# --------------------------------------------------------------------------------------
def _only_levels(raw_vars: dict, levels) -> dict:
    """The variables at ``levels`` (Pa) only, cut before any value is read (files open lazily).

    All are left whole when one lacks a requested level, so that level selection later
    reports the levels that exist (``selection.py``)."""
    on_levels = [name for name, var in raw_vars.items() if "level" in var.dims]
    if levels is None or not on_levels:
        return raw_vars
    index = {}
    for name in on_levels:
        have = np.asarray(raw_vars[name]["level"].values, dtype=np.float64)
        if any(np.min(np.abs(have - p)) > _LEVEL_TOLERANCE_PA for p in levels):
            return raw_vars
        index[name] = sorted({int(np.argmin(np.abs(have - p))) for p in levels})
    return {name: var.isel(level=index[name]) if name in index else var
            for name, var in raw_vars.items()}


def _only_time(raw_vars: dict, time) -> dict:
    """The variables at one valid time only (``"latest"``, or a datetime64), cut before
    any value is read.  All are left whole when one lacks that time (or, for the latest,
    when their last times differ), so that time selection later lists the times there are."""
    on_times = [name for name, var in raw_vars.items() if "time" in var.dims]
    if time is None or not on_times:
        return raw_vars
    stamps = {name: np.asarray(raw_vars[name]["time"].values, dtype="datetime64[ns]")
              for name in on_times}
    if isinstance(time, str):  # "latest"
        last = {stamps[name].max() for name in on_times}
        if len(last) != 1:
            return raw_vars
        target = last.pop()
    else:
        target = np.datetime64(time, "ns")
    index = {}
    for name in on_times:
        hit = np.flatnonzero(stamps[name] == target)
        if hit.size != 1:
            return raw_vars
        index[name] = [int(hit[0])]  # a list: the time dimension stays
    return {name: var.isel(time=index[name]) if name in index else var
            for name, var in raw_vars.items()}
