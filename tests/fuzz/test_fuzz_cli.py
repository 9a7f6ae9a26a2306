"""Malformed inputs through the command line, in-process (``parcelcast.cli.main``): each run
ends with an exit status of ``errors.EXIT_STATUS`` for the input's fault and a message, never
"internal error" (status 1) or a Python traceback.

The inputs are the fuzz generators' own (profile CSV, case TOML, NetCDF and GRIB analyses),
drawn derandomized, a few dozen in all.
"""

from __future__ import annotations

import numpy as np
import pytest
from hypothesis import example, given
from hypothesis import strategies as st

from fuzz_contract import fuzz_settings
from parcelcast.cli import main
from parcelcast.errors import EXIT_STATUS
from test_fuzz_csv import PROFILE_HEADER, PROFILE_ROWS, cell, damaged_table, profile_header_pool
from test_fuzz_grib import damaged_grib
from test_fuzz_netcdf import VARIABLES, base_dataset, damaged_analysis, fresh_path, write
from test_fuzz_toml import damaged_case

pytestmark = pytest.mark.slow

_COUNTER = iter(range(10**9))


#: exit statuses a malformed input may end with (``errors.EXIT_STATUS``): 0 when the input
#: is still usable; never 1, "internal error", which is a fault in parcelcast
MALFORMED_INPUT = {EXIT_STATUS[k] for k in ("ok", "usage", "unreadable_input", "missing_quantity",
                                            "nothing_to_compute")}


def run_cli(capsys, args, allowed=MALFORMED_INPUT) -> int:
    """Run the command line in-process; return its exit status, one of ``allowed``."""
    status = main(args)
    captured = capsys.readouterr()
    assert "Traceback" not in captured.err, captured.err
    assert status in allowed, f"exit status {status}: {captured.err}"
    if status != 0:
        assert captured.err.strip(), "a failure without a message"
    return status


@fuzz_settings(15)
@given(data=damaged_table(PROFILE_HEADER, PROFILE_ROWS, profile_header_pool, cell))
def test_cli_profile_csv(scratch, capsys, data):
    path = scratch / f"sounding-{next(_COUNTER)}.csv"
    path.write_bytes(data)
    run_cli(capsys, ["profile", str(path), "--lat", "51.5", "--lon", "2.0", "--json"])


@fuzz_settings(15)
@given(data=damaged_case())
def test_cli_review_case(scratch, capsys, data):
    path = scratch / f"case-{next(_COUNTER)}.toml"
    path.write_bytes(data)
    # a damaged case file, or the analyses it names (a.nc) do not exist: unreadable input
    run_cli(capsys, ["review", str(path), "--out", str(scratch / "review")],
            allowed={EXIT_STATUS["unreadable_input"]})


def _timeless_case():
    """The valid analysis at its first time, without a time coordinate (found by fuzzing: the
    advect summary then failed with a KeyError instead of saying that the time is missing)."""
    spec = base_dataset()
    for name in VARIABLES:
        spec[name] = [spec[name][0][1:], spec[name][1][0], spec[name][2]]
    del spec["time"]
    return spec, "NETCDF4", None


def _wind_with_extra_dim():
    """v with a leading 'height' dimension the temperature lacks (found by fuzzing: the
    advection failed inside xarray instead of naming the mismatch)."""
    spec = base_dataset()
    spec["v"] = [("height", *spec["v"][0]), np.stack([spec["v"][1]] * 2), spec["v"][2]]
    return spec, "NETCDF4", None


@fuzz_settings(10)
@given(case=damaged_analysis())
@example(case=_timeless_case())
@example(case=_wind_with_extra_dim())
def test_cli_advect_netcdf(scratch, capsys, case):
    path = fresh_path(scratch)
    if write(*case, path):
        run_cli(capsys, ["advect", str(path), "--level", "850", "--at", "46,5", "--json"])


@fuzz_settings(10)
@given(data=damaged_grib())
def test_cli_advect_grib(scratch, capsys, monkeypatch, data):
    monkeypatch.setenv("PARCELCAST_CACHE", str(scratch / "cache"))
    monkeypatch.setenv("XDG_CACHE_HOME", str(scratch / "xdg-cache"))
    path = scratch / f"cli-{next(_COUNTER)}.grb"
    path.write_bytes(data)
    run_cli(capsys, ["advect", str(path), "--level", "850", "--at", "46,5", "--json"])
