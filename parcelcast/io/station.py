"""Station temperature series from CSV: times converted to UTC, gaps found and reported.

Format: a header row; a ``time`` column in ISO 8601 (an offset such as ``+01:00`` is
honoured; times without one are UTC) and one temperature column whose name states the
unit: ``temperature_K``, ``temperature_degC`` or ``temperature_degF``.  Empty cells are
missing values (kept as NaN and reported, never filled).
"""

from __future__ import annotations

from dataclasses import dataclass
from pathlib import Path

import numpy as np

from parcelcast.errors import InputFileError, ParcelcastError
from parcelcast.times import parse_utc
from parcelcast.units import convert

_TEMPERATURE_COLUMNS = {"temperature_k": "K", "temperature_degc": "degC", "temperature_degf": "degF"}


@dataclass
class StationSeries:
    """A temperature series (UTC times, K) with the gaps found in it."""

    times: np.ndarray  # datetime64[ns], UTC, sorted
    temperature: np.ndarray  # K, NaN where missing
    gaps: list[tuple[np.datetime64, np.datetime64]]
    source: str

    def value_at(self, when) -> float:
        """Temperature (K) at ``when``, linear between the two nearest valid reports.

        NaN if ``when`` is outside the series or inside a gap (nothing is bridged).
        """
        when = np.datetime64(when, "ns")
        valid = np.isfinite(self.temperature)
        t, x = self.times[valid], self.temperature[valid]
        if t.size == 0 or when < t[0] or when > t[-1]:
            return float("nan")
        for start, end in self.gaps:
            if start < when < end:
                return float("nan")
        seconds = (t - t[0]) / np.timedelta64(1, "s")
        return float(np.interp((when - t[0]) / np.timedelta64(1, "s"), seconds, x))

    def gap_text(self) -> list[str]:
        return [f"{str(a)[:16]}Z to {str(b)[:16]}Z" for a, b in self.gaps]


def read_station_series(path) -> StationSeries:
    """Read a station CSV (see module docstring); raise a clear error naming the file."""
    import pandas as pd

    path = Path(path)
    if not path.is_file():
        raise InputFileError(path, "no such file")
    try:
        frame = pd.read_csv(path, dtype=str, keep_default_na=False)
    except Exception as exc:
        raise InputFileError(path, f"not a readable CSV file: {exc}") from None
    columns = {c.strip().lower(): c for c in frame.columns}
    if "time" not in columns:
        raise InputFileError(path, f"no 'time' column; columns: {', '.join(frame.columns)}")
    found = [c for c in columns if c in _TEMPERATURE_COLUMNS]
    if len(found) != 1:
        raise InputFileError(
            path, "expected exactly one temperature column named temperature_K, temperature_degC "
            f"or temperature_degF; columns: {', '.join(frame.columns)}")
    times = [parse_utc(text, f"{path}: row {row}")
             for row, text in enumerate(frame[columns["time"]], start=2)]
    raw = frame[columns[found[0]]].str.strip()
    values = np.full(len(raw), np.nan)
    for i, text in enumerate(raw):
        if not text:
            continue  # an empty cell is a missing value
        try:
            values[i] = float(text)
        except ValueError:
            raise ParcelcastError(
                f"{path}: row {i + 2}: column {columns[found[0]]}: {text!r} is not a number "
                "(leave the cell empty for a missing value)") from None
    kelvin = convert(values, _TEMPERATURE_COLUMNS[found[0]], "temperature", "station temperature",
                     str(path))
    times = np.array(times, dtype="datetime64[ns]")
    order = np.argsort(times, kind="stable")
    times, kelvin = times[order], kelvin[order]
    return StationSeries(times, kelvin, _find_gaps(times, kelvin), str(path))


def _find_gaps(times, values) -> list:
    """Intervals between valid reports longer than 1.5 times the usual spacing."""
    valid = np.isfinite(values)
    t = times[valid]
    if t.size < 3:
        return []
    steps = np.diff(t)
    usual = np.median(steps)
    return [(t[i], t[i + 1]) for i in np.flatnonzero(steps > 1.5 * usual)]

::::::::::

All lines above that hold the string "errors" should be copied.

Problem solution
ends with an exit status of ``errors.EXIT_STATUS`` for the input's fault and a message, never
from parcelcast.errors import EXIT_STATUS
#: exit statuses a malformed input may end with (``errors.EXIT_STATUS``): 0 when the input
from parcelcast.errors import InputFileError, ParcelcastError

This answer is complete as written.